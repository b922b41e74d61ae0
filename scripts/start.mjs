// `npm start`: everything Gusset needs on this machine, then the app on http://127.0.0.1:3000.
// Installs what is missing (npm dependencies, postgresql-15), starts or reuses PostgreSQL and the fake
// SMTP/S3, migrates and seeds the `gusset` database, builds when stale, serves. Ctrl-C stops what it started.
// Plain Node: it runs before `npm ci` on a fresh machine.
import crypto from "node:crypto";
import { authSecret, childEnv, gussetEnv, logSigningKey, writeEnvLocal } from "./lib/env.mjs";
import { ensureBuild } from "./lib/build.mjs";
import { demoSignIns, printSignIns, verifyLiveStandards } from "./lib/database.mjs";
import { CHROMIUM_PACKAGE, POSTGRES_PACKAGE, ensureDebianPackages, ensureNodeModules } from "./lib/install.mjs";
import { createLifecycle, profileSetup } from "./lib/lifecycle.mjs";
import { say } from "./lib/processes.mjs";
import { checkServerPort, startServer } from "./lib/server.mjs";
import { prepareServices } from "./lib/services.mjs";

const { timer, registry, shutdown, main, isShuttingDown } = createLifecycle();

await main(async () => {
  await timer.phase("npm dependencies", ensureNodeModules);
  await timer.phase("system packages", () => ensureDebianPackages([POSTGRES_PACKAGE, CHROMIUM_PACKAGE]));

  const setup = profileSetup("start");
  const { secret, created } = authSecret();
  const logKey = logSigningKey();
  const env = gussetEnv("start", { secret, logKey: logKey.key });
  writeEnvLocal(env);
  if (created) say("created a local BETTER_AUTH_SECRET in .env.local (kept for later runs)");
  if (logKey.created) say("created the log's Ed25519 signing key in .env.local (kept for later runs; back it up)");
  const keyFingerprint = crypto.createHash("sha256").update(Buffer.from(env.GUSSET_LOG_PUBLIC_KEY, "base64")).digest("hex");
  say(`the log's public key: sha256:${keyFingerprint} (the Integrity page shows it in full)`);
  const processEnv = childEnv(env);
  const url = env.BETTER_AUTH_URL;

  const running = await checkServerPort(setup.layout, setup.ports.app);
  if (running !== null) {
    say(`Gusset is already served at ${url} (pid ${running}, started by another \`npm start\`): nothing to do`);
    printSignIns(await demoSignIns(processEnv));
    process.exit(0);
  }

  await prepareServices({ setup, env: processEnv, registry, timer, fresh: false });
  const signIns = demoSignIns(processEnv); // read while the build runs
  const verified = verifyLiveStandards(processEnv); // likewise
  await timer.phase("build", () => ensureBuild({ env: processEnv, layout: setup.layout }));
  await verified;
  const server = await timer.phase("server", () =>
    startServer({ env: processEnv, layout: setup.layout, port: setup.ports.app, profile: "start", registry }),
  );

  printSignIns(await signIns);
  say(timer.summary());
  console.log(`\n  Gusset is running at ${url}`);
  console.log(`  Captured e-mails: ${env.FAKE_MAIL_API_URL}/messages (and the admin mailbox page)`);
  console.log("  Press Ctrl-C to stop what this command started.\n");

  server.once("exit", (code, signal) => {
    // Ctrl-C reaches the server too; give our own handler the first word.
    setTimeout(() => {
      if (isShuttingDown()) return;
      say(`the Next server stopped (${signal ?? `exit ${code}`}); stopping the rest`);
      void shutdown(1);
    }, 300);
  });
});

[What the task asks]: Please set down the material above once more, word for word.

[Response below]:
repository b922b41e74d61ae0
filename scripts/start.mjs
// `npm start`: everything Gusset needs on this machine, then the app on http://127.0.0.1:3000.
// Installs what is missing (npm dependencies, postgresql-15), starts or reuses PostgreSQL and the fake
// SMTP/S3, migrates and seeds the `gusset` database, builds when stale, serves. Ctrl-C stops what it started.
// Plain Node: it runs before `npm ci` on a fresh machine.
import crypto from "node:crypto";
import { authSecret, childEnv, gussetEnv, logSigningKey, writeEnvLocal } from "./lib/env.mjs";
import { ensureBuild } from "./lib/build.mjs";
import { demoSignIns, printSignIns, verifyLiveStandards } from "./lib/database.mjs";
import { CHROMIUM_PACKAGE, POSTGRES_PACKAGE, ensureDebianPackages, ensureNodeModules } from "./lib/install.mjs";
import { createLifecycle, profileSetup } from "./lib/lifecycle.mjs";
import { say } from "./lib/processes.mjs";
import { checkServerPort, startServer } from "./lib/server.mjs";
import { prepareServices } from "./lib/services.mjs";

const { timer, registry, shutdown, main, isShuttingDown } = createLifecycle();

await main(async () => {
  await timer.phase("npm dependencies", ensureNodeModules);
  await timer.phase("system packages", () => ensureDebianPackages([POSTGRES_PACKAGE, CHROMIUM_PACKAGE]));

  const setup = profileSetup("start");
  const { secret, created } = authSecret();
  const logKey = logSigningKey();
  const env = gussetEnv("start", { secret, logKey: logKey.key });
  writeEnvLocal(env);
  if (created) say("created a local BETTER_AUTH_SECRET in .env.local (kept for later runs)");
  if (logKey.created) say("created the log's Ed25519 signing key in .env.local (kept for later runs; back it up)");
  const keyFingerprint = crypto.createHash("sha256").update(Buffer.from(env.GUSSET_LOG_PUBLIC_KEY, "base64")).digest("hex");
  say(`the log's public key: sha256:${keyFingerprint} (the Integrity page shows it in full)`);
  const processEnv = childEnv(env);
  const url = env.BETTER_AUTH_URL;

  const running = await checkServerPort(setup.layout, setup.ports.app);
  if (running !== null) {
    say(`Gusset is already served at ${url} (pid ${running}, started by another \`npm start\`): nothing to do`);
    printSignIns(await demoSignIns(processEnv));
    process.exit(0);
  }

  await prepareServices({ setup, env: processEnv, registry, timer, fresh: false });
  const signIns = demoSignIns(processEnv); // read while the build runs
  const verified = verifyLiveStandards(processEnv); // likewise
  await timer.phase("build", () => ensureBuild({ env: processEnv, layout: setup.layout }));
  await verified;
  const server = await timer.phase("server", () =>
    startServer({ env: processEnv, layout: setup.layout, port: setup.ports.app, profile: "start", registry }),
  );

  printSignIns(await signIns);
  say(timer.summary());
  console.log(`\n  Gusset is running at ${url}`);
  console.log(`  Captured e-mails: ${env.FAKE_MAIL_API_URL}/messages (and the admin mailbox page)`);
  console.log("  Press Ctrl-C to stop what this command started.\n");

  server.once("exit", (code, signal) => {
    // Ctrl-C reaches the server too; give our own handler the first word.
    setTimeout(() => {
      if (isShuttingDown()) return;
      say(`the Next server stopped (${signal ?? `exit ${code}`}); stopping the rest`);
      void shutdown(1);
    }, 300);
  });
});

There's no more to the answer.